Publicações no Jornal Oficial da UE
Regulamento (CE) n.º 1107/96 da Comissão – L148 21.06.1996
Publicação do Documento Único – C 140 18.05.2013

Publicação em DR
Despacho n.º 55/1994 – 03.02.1994
Aviso 15310/2009 – 01.09.2009
Aviso n.º 11021/2011 – 18.05.2011
Raça Bovina Arouquesa

Padrão da Raça Bovina Arouquesa: Conforme definido no Regulamento do Livro Genealógico os bovinos da Raça Arouquesa caracterizam-se morfologicamente do seguinte modo:

Pelagem — Castanha com vários tons: desde o "claro-palha" até ao castanho propriamente dito (flava, acerejada e avermelhada). À volta das orelhas e por baixo dos olhos os pêlos são mais escuros; nos machos adultos os pêlos são negros por baixo dos olhos. A cor da pelagem esbate-se na face interna dos membros, no úbere e em torno do focinho. A pigmentação é geralmente escura na pele que envolve as aberturas naturais. Existe nesta raça um acentuado dimorfismo sexual; nos touros, a pelagem escurece na cabeça, pescoço, espáduas e coxas; Pele grossa, elástica, bem destacada e repregada no pescoço e tórax. Pêlos curtos e grossos, acamados e luzidios, exceto no Inverno em que por vezes se apresentam compridos e ásperos;
Cabeça — Grossa, curta, com protuberância frontal pouco pronunciada. Fronte larga, ligeiramente deprimida no centro, com perfil sub-côncavo; marrafa curta ou ausente. Chanfro curto, direito e algo deprimido nas suturas maxilo-nasais; focinho escuro e marginado por orla de pêlos brancos até às comissuras labiais.

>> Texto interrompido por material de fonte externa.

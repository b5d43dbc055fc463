/**
 * Units by dimension, with exact factors. The id of a unit is its symbol as a person reads it; other
 * spellings that a keyboard gives are understood by `findUnit`. Conversion is
 * si = (value − zero) · multiply / divide, with whole numbers as factors, so that 254 µm and 0.254 mm meet
 * within one rounding. The base of temperature is the degree Celsius (brand `DegreesCelsius`).
 *
 * Sources of the factors: inch, pound: international yard and pound agreement (1959), exact; kilogram-force:
 * standard gravity 9.80665 m/s² (3rd CGPM, 1901), exact; temperatures: ITS-90, exact by definition.
 */
export const dimensions = [
  'length',
  'mass',
  'massPerLength',
  'force',
  'frequency',
  'temperature',
  'pressure',
  'density',
  'time',
  'ratio',
  'fraction',
  'cents',
  'acceleration',
  'speed',
  'expansion',
] as const

export type Dimension = (typeof dimensions)[number]

interface UnitRow {
  readonly dimension: Dimension
  readonly name: string
  readonly multiply: number
  readonly divide: number
  /** What the unit shows at zero of the base unit; only temperatures have one. */
  readonly zero: number
  /** Decimals of a plain display, where no uncertainty says better. */
  readonly decimals: number
  readonly spellings: readonly string[]
}

const row = (
  dimension: Dimension,
  name: string,
  multiply: number,
  divide: number,
  decimals: number,
  spellings: readonly string[] = [],
  zero = 0,
): UnitRow => ({ dimension, name, multiply, divide, zero, decimals, spellings })

const table = {
  m: row('length', 'metre', 1, 1, 4),
  mm: row('length', 'millimetre', 1, 1e3, 4),
  µm: row('length', 'micrometre', 1, 1e6, 1, ['um', 'μm']),
  in: row('length', 'inch', 254, 1e4, 5, ['"', '″', 'inch', 'inches']),
  thou: row('length', 'thousandth of an inch', 254, 1e7, 2, ['mil', 'mils']),
  ft: row('length', 'foot', 3048, 1e4, 3),
  kg: row('mass', 'kilogram', 1, 1, 4),
  g: row('mass', 'gram', 1, 1e3, 4),
  mg: row('mass', 'milligram', 1, 1e6, 1),
  lb: row('mass', 'pound', 45359237, 1e8, 4, ['lbs']),
  oz: row('mass', 'ounce', 45359237, 16e8, 4),
  'kg/m': row('massPerLength', 'kilogram per metre', 1, 1, 7),
  'g/m': row('massPerLength', 'gram per metre', 1, 1e3, 4),
  'mg/m': row('massPerLength', 'milligram per metre', 1, 1e6, 1),
  N: row('force', 'newton', 1, 1, 2, ['n']),
  kgf: row('force', 'kilogram-force', 980665, 1e5, 3, ['kp']),
  lbf: row('force', 'pound-force', 44482216152605, 1e13, 2),
  Hz: row('frequency', 'hertz', 1, 1, 2, ['hz']),
  '°C': row('temperature', 'degree Celsius', 1, 1, 1, ['C', 'c', 'degC', 'ºC']),
  '°F': row('temperature', 'degree Fahrenheit', 5, 9, 1, ['F', 'f', 'degF', 'ºF'], 32),
  K: row('temperature', 'kelvin', 1, 1, 2, ['k'], 273.15),
  Pa: row('pressure', 'pascal', 1, 1, 0, ['pa']),
  hPa: row('pressure', 'hectopascal', 100, 1, 1, ['hpa', 'mbar']),
  MPa: row('pressure', 'megapascal', 1e6, 1, 0),
  GPa: row('pressure', 'gigapascal', 1e9, 1, 1),
  'kg/m³': row('density', 'kilogram per cubic metre', 1, 1, 0, ['kg/m3']),
  'g/cm³': row('density', 'gram per cubic centimetre', 1e3, 1, 3, ['g/cm3']),
  s: row('time', 'second', 1, 1, 3),
  ms: row('time', 'millisecond', 1, 1e3, 1),
  /** A natural logarithm of a ratio times 100, or a fraction times 100: for small ones the same thing. */
  '%': row('ratio', 'per cent', 1, 100, 2),
  ln: row('ratio', 'natural logarithm of the ratio', 1, 1, 5),
  cents: row('cents', 'cent', 1, 1, 1, ['cent', 'ct', 'c']),
  'm/s²': row('acceleration', 'metre per second squared', 1, 1, 5, ['m/s2']),
  'm/s': row('speed', 'metre per second', 1, 1, 1),
  '1/K': row('expansion', 'per kelvin', 1, 1, 7),
  'µm/(m·K)': row('expansion', 'micrometre per metre and kelvin', 1, 1e6, 1, ['ppm/K', 'um/mK']),
} as const satisfies Record<string, UnitRow>

export type UnitId = keyof typeof table

export interface Unit extends UnitRow {
  readonly id: UnitId
}

const units: ReadonlyMap<string, Unit> = new Map(
  (Object.keys(table) as UnitId[]).map((id) => [id, { ...table[id], id }]),
)

export const isUnit = (text: string): text is UnitId => units.has(text)

/** The row of a unit. Throws a RangeError for a text that is no unit. */
export function unit(id: string): Unit {
  const found = units.get(id)
  if (!found) throw new RangeError(`“${id}” is not a unit`)
  return found
}

/** Per cent measures both logarithms of ratios and plain fractions (humidity). */
const measures = (row: Unit, dimension: Dimension): boolean =>
  row.dimension === dimension || (row.id === '%' && dimension === 'fraction')

/** The units of a dimension, base unit first where there is one, in the order of the table. */
export const unitsOf = (dimension: Dimension): readonly UnitId[] =>
  [...units.values()].filter((row) => measures(row, dimension)).map((row) => row.id)

/** The unit of a dimension that a person means by this text, or undefined. */
export const findUnit = (dimension: Dimension, text: string): UnitId | undefined =>
  [...units.values()].find(
    (row) => measures(row, dimension) && (row.id === text || row.spellings.includes(text)),
  )?.id

const finite = (value: number, id: string): number => {
  if (!Number.isFinite(value)) throw new RangeError(`${value} ${id} is not a finite number`)
  return value
}

/** A value in `id` as SI (temperature: °C). Throws a RangeError for an unknown unit or a non-finite value. */
export function toSi(value: number, id: string): number {
  const { multiply, divide, zero } = unit(id)
  return ((finite(value, id) - zero) * multiply) / divide
}

/** An SI value (temperature: °C) in `id`. Throws a RangeError for an unknown unit or a non-finite value. */
export function fromSi(si: number, id: string): number {
  const { multiply, divide, zero } = unit(id)
  return (finite(si, id) * divide) / multiply + zero
}

/** A difference, tolerance or uncertainty in `id` as SI: without the unit's zero. */
export function differenceToSi(value: number, id: string): number {
  const { multiply, divide } = unit(id)
  return (finite(value, id) * multiply) / divide
}

/** An SI difference, tolerance or uncertainty in `id`: without the unit's zero. */
export function differenceFromSi(si: number, id: string): number {
  const { multiply, divide } = unit(id)
  return (finite(si, id) * divide) / multiply
}
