import type { Metadata } from 'next'
import Link from 'next/link'
import { roomPage } from '@/app/_page'
import { formatDateTime } from '@/app/_ui/format/dates'
import { PageHead } from '@/app/_ui/shell/PageHead'
import { Table } from '@/app/_ui/tables/Table'
import { may } from '@/lib/access/permit'
import { getWorks } from '@/lib/services/get-works'
import { listImports } from '@/lib/services/list-imports'
import { FileFormat } from './_ui/FileFormat'
import { importStateWords } from './_ui/import-words'
import { SendFile } from './_ui/SendFile'
import './import.css'

export const metadata: Metadata = { title: 'Import' }

/** Old data come in from files, one row a specimen. */
export default roomPage(async (actor) => {
  const imports = await listImports(actor)
  const { timeZone } = await getWorks(actor)
  return (
    <>
      <PageHead
        over={<Link href="/lots">Lots</Link>}
        title="Import"
        under="Lots and readings from a file, one row a specimen."
      />
      {may(actor, 'imports.run') ? <SendFile /> : null}
      <FileFormat />
      <section className="section">
        <h2>Imports so far</h2>
        {imports.length === 0 ? (
          <p>None yet. The first file you send stands here, with what became of each row.</p>
        ) : (
          <Table
            caption="Imports, newest first"
            rows={imports}
            keyOf={(one) => one.id}
            columns={[
              { head: 'File', cell: (one) => <Link href={`/lots/import/${one.id}`}>{one.fileName}</Link> },
              { head: 'Sent', cell: (one) => formatDateTime(one.createdAt, timeZone) },
              { head: 'By', cell: (one) => one.by ?? '–' },
              { head: 'State', cell: (one) => importStateWords[one.state] },
              { head: 'Rows', number: true, cell: (one) => one.rowCount ?? '–' },
              { head: 'Stored', number: true, cell: (one) => one.stored || '–' },
              { head: 'Already there', number: true, wideOnly: true, cell: (one) => one.alreadyThere || '–' },
              {
                head: 'Differ',
                number: true,
                cell: (one) => (one.differing > 0 ? <b className="brass">{one.differing}</b> : '–'),
              },
              {
                head: 'Refused',
                number: true,
                cell: (one) => (one.refused > 0 ? <b className="vermilion">{one.refused}</b> : '–'),
              },
            ]}
          />
        )}
      </section>
    </>
  )
})
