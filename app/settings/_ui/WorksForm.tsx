import { ActionForm } from '@/app/_ui/forms/ActionForm'
import { SelectField } from '@/app/_ui/forms/SelectField'
import { Submit } from '@/app/_ui/forms/Submit'
import { NumberField, TextField } from '@/app/_ui/forms/TextField'
import { fromSi, type UnitId } from '@/lib/domain/units/unit'
import { diameterUnits, forceUnits, lengthUnits, massUnits } from '@/lib/input/works'
import type { WorksFacts } from '@/lib/services/get-works'
import { updateWorksAction } from '../actions'
import { TimeZoneField } from './TimeZoneField'
import { numberFormatOptions, unitOptions } from './works-words'

/** As it was typed once: no more digits than the number has. */
const entry = (si: number, unit: UnitId, decimal: WorksFacts['numberFormat']): string => {
  const text = String(Number(fromSi(si, unit).toPrecision(12)))
  return decimal === 'comma' ? text.replace('.', ',') : text
}

export function WorksForm({ works }: { readonly works: WorksFacts }) {
  const { numberFormat, gravity, air, units } = works
  const shown = (si: number, unit: UnitId) => entry(si, unit, numberFormat)
  const plain = (value: number) =>
    numberFormat === 'comma' ? String(value).replace('.', ',') : String(value)
  return (
    <ActionForm action={updateWorksAction} label="The works">
      <input type="hidden" name="version" value={works.version} />
      <fieldset>
        <legend>Place</legend>
        <div className="fields">
          <TextField name="name" label="Name" value={works.name} maxLength={120} />
          <TextField name="place" label="Place" value={works.place} optional maxLength={120} />
          <TimeZoneField value={works.timeZone} zones={Intl.supportedValuesOf('timeZone')} />
          <NumberField
            name="latitudeDegrees"
            label="Latitude"
            hint="Degrees, south negative."
            unit="°"
            value={plain(works.latitudeDegrees)}
          />
          <NumberField
            name="heightMetres"
            label="Height above sea level"
            unit="m"
            value={shown(works.heightMetres, 'm')}
          />
          <NumberField
            name="gravityTyped"
            label="Local gravity"
            optional
            hint="A published local value is better than the formula’s."
            unit="m/s²"
            value={gravity.typed ? shown(gravity.value, 'm/s²') : ''}
          />
        </div>
      </fieldset>
      <fieldset>
        <legend>The usual room</legend>
        <p className="hint slate">Used where a sheet says nothing of its own.</p>
        <div className="fields">
          <NumberField
            name="airTemperatureCelsius"
            label="Temperature"
            unit="°C"
            value={shown(air.celsius, '°C')}
          />
          <NumberField
            name="airPressurePascals"
            label="Air pressure"
            unit="hPa"
            value={shown(air.pascals, 'hPa')}
          />
          <NumberField name="airHumidity" label="Humidity" unit="%" value={shown(air.humidity, '%')} />
        </div>
      </fieldset>
      <fieldset>
        <legend>Numbers and units</legend>
        <div className="fields">
          <SelectField
            name="lengthUnit"
            label="Lengths"
            options={unitOptions(lengthUnits)}
            value={units.length}
          />
          <SelectField
            name="diameterUnit"
            label="Diameters"
            options={unitOptions(diameterUnits)}
            value={units.diameter}
          />
          <SelectField
            name="forceUnit"
            label="Forces"
            options={unitOptions(forceUnits)}
            value={units.force}
          />
          <SelectField name="massUnit" label="Masses" options={unitOptions(massUnits)} value={units.mass} />
          <SelectField
            name="numberFormat"
            label="Decimal sign shown"
            options={numberFormatOptions}
            value={numberFormat}
          />
          <NumberField name="a4" label="Concert A" unit="Hz" value={shown(works.a4, 'Hz')} />
        </div>
      </fieldset>
      <div className="actions">
        <Submit>Save the works</Submit>
      </div>
    </ActionForm>
  )
}
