describeOnEachEngine('columns of another name, and spreadsheets', () => {
  useFreshDatabase()
  withImportThread()
  let works: SteelWorks
  beforeAll(async () => {
    works = await setUpSteelWorks()
  })

  const foreign = (lot: string) =>
    rowsOf(lot).map(({ lot: code = '', specimen = '', machine = '', ...row }) => ({
      Los: code,
      'Probe Nr.': specimen,
      Maschine: machine,
      ...row,
    }))
  const columns = { Los: 'lot', 'Probe Nr.': 'specimen', Maschine: 'machine' }

  it('are kept under a name and proposed for the next file with such headers', async () => {
    const first = await sendFile(works.bench, csvOf(foreign('LA-601')))
    expect(first.preview?.options.columns).toMatchObject({ Los: 'as-note', 'Probe Nr.': 'as-note' })
    await begin(works.bench, first, { columns, keepAs: 'old bench' })
    await workAll()
    expect(counts(await getImport(works.bench, first.id))).toEqual({ ...nothing, stored: 5, lotsOpened: 1 })
    const second = await sendFile(works.bench, csvOf(foreign('LA-602')))
    expect(second.preview?.options.columns).toMatchObject(columns)
    expect(second.preview?.mappings).toEqual(['old bench'])
    await begin(works.bench, second)
    await workAll()
    expect(counts(await getImport(works.bench, second.id))).toEqual({ ...nothing, stored: 5, lotsOpened: 1 })
  })

  it('are named in refusals as the file names them', async () => {
    const rows = foreign('LA-603').map((row) => ({ ...row, Maschine: 'DM-99' }))
    const view = await importFile(works.bench, csvOf(rows))
    expect(view.refusedRows[0]?.problems[0]).toMatchObject({ where: 'Maschine', details: { value: 'DM-99' } })
  })

  it('are taken from a kept mapping on asking, the others left as they are', async () => {
    const rows = foreign('LA-604').map(({ Maschine: _, ...row }) => ({ ...row, Sonst: 'x' }))
    const view = await sendFile(works.bench, csvOf(rows))
    const { options } = view.preview ?? {}
    if (!options) throw new Error('no preview')
    const unset = { ...options, columns: { ...options.columns, Los: 'as-note', Sonst: 'leave-out' } }
    await keepImportOptions(works.bench, view.id, {
      options: unset,
      version: view.version,
      mapping: 'old bench',
    })
    const after = await getImport(works.bench, view.id)
    expect(after.preview?.options.columns).toMatchObject({ Los: 'lot', Sonst: 'leave-out' })
    expect(
      await refusalOf(
        startImport(works.bench, view.id, { options: unset, version: view.version, keepAs: '' }),
      ),
    ).toMatchObject({ code: 'bad-input' })
  })

  it('an XLSX file of the same cells gives the same readings, hash by hash', async () => {
    const rows = rowsOf('LA-701')
    const csv = await importFile(works.bench, csvOf(rows))
    expect(csv.stored).toBe(5)
    const headers = Object.keys(rows[0] ?? {})
    const texts = rows.map((row) => headers.map((header) => ({ value: row[header] ?? '', type: String })))
    const same = await importFile(
      works.bench,
      await writeXlsxFile([headers.map((value) => ({ value })), ...texts]).toBuffer(),
      'LA 701.xlsx',
    )
    expect(counts(same)).toEqual({ ...nothing, alreadyThere: 5 })
    expect(same.format).toBe('xlsx')
  })

  it('numbers and dates typed into a spreadsheet are read as the values they are', async () => {
    const rows = rowsOf('LA-702')
    await importFile(works.bench, csvOf(rows))
    const headers = Object.keys(rows[0] ?? {})
    // The works' clocks are an hour ahead of UTC in January; a sheet's dates have no zone.
    const cellOf = (header: string, text: string) =>
      /_at$/.test(header) && header !== 'taken_at'
        ? { value: new Date(Date.parse(text) + HOUR), type: Date, format: 'yyyy-mm-dd hh:mm' }
        : /_mm$|_mg$|_hz$|^specimen$/.test(header)
          ? { value: Number(text), type: Number }
          : { value: text, type: String }
    const sheet = rows.map((row) => headers.map((header) => cellOf(header, row[header] ?? '')))
    const view = await importFile(
      works.bench,
      await writeXlsxFile([headers.map((value) => ({ value })), ...sheet]).toBuffer(),
      'LA 702.xlsx',
    )
    expect(counts(view)).toEqual({ ...nothing, alreadyThere: 5 })
  })

  it('a text named .xlsx and a spreadsheet that says it unpacks to 2 GB are refused', async () => {
    expect(await refusalOf(sendFile(works.bench, csvOf(rowsOf('LA-703')), 'LA.xlsx'))).toMatchObject({
      code: 'bad-input',
      message: 'The file is named like a spreadsheet and holds none.',
    })
    const sheet = await writeXlsxFile([[{ value: 'lot' }]]).toBuffer()
    const bomb = Buffer.from(sheet)
    bomb.writeUInt32LE(2_000_000_000, bomb.indexOf(Buffer.from([0x50, 0x4b, 0x01, 0x02])) + 24)
    expect(await refusalOf(sendFile(works.bench, bomb, 'big.xlsx'))).toMatchObject({
      message: expect.stringMatching(
        /^This spreadsheet would unpack to 2\d{3} MB, and 300 MB is the most\.$/,
      ),
    })
    expect(await listSetAside(database().read, 999, 'refused', { take: 1 })).toEqual([])
  })
})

Orelhas de alta inserção, tamanho médio e bem dirigidas, providas de pêlos mais compridos e escuros nos bordos. Olhos grandes, bem aflorados e circundados por pequena auréola de pêlos brancos; pestanas e palpebras de cor escura. Faces triangulares, curtas e ligeiramente deprimidas na ligação com os ossos nasais; ganachas convexas e bem afastadas; face espaçosa; nuca larga e pouco saliente. Cornos de tamanho médio, grossos na base e de secção elíptica, claros nos dois primeiros terças partes e escuros nas pontas; horizontais na base recurvando-se ligeiramente para trás e depois para diante com o crescimento, levantando as pontas para cima e para fora;
Pescoço — Curto, grosso e bem ligado com a cabeça e as espáduas, com o bordo superior direito e horizontal e o inferior moderadamente embarbelado. A barbela, nascida logo atrás do lábio inferior é pouco desenvolvida até à parte média, aumentando progressivamente até ao peito, onde forma algumas pregas;
Tronco — Cernelha larga e de reduzida proeminência; dorso largo e pouco comprido; lombo largo e robusto; linha dorso-lombar direita ou levemente enselada; garupa mais comprida que larga e de aresta sagrada pronunciada e ligeiramente inclinada. Peito largo, costado alto e bem arqueado e abdómen volumoso sem ser ventrado;
Úbere — Pouco volumoso, pele não muito fina, boa conformação e tetos bem afastados e regularmente desenvolvidos; rede vascular pouco acentuada;
Membros — Curtos e grossos na parte livre, providos de largas articulações e terminados por cascos negros, rijos e debruados em cima por pequena orla de pêlos curtos;
Peso vivo — adulto: Machos – em média entre 750 e 900 kg; Fêmeas – em média entre 360 e 430 kg.

Fontes:
ANCRA – Associação Nacional dos Criadores da Raça Arouquesa
Ruralbit – Fotografias de Raças Autóctones
Direção-Geral de Alimentação e Veterinária (DGAV)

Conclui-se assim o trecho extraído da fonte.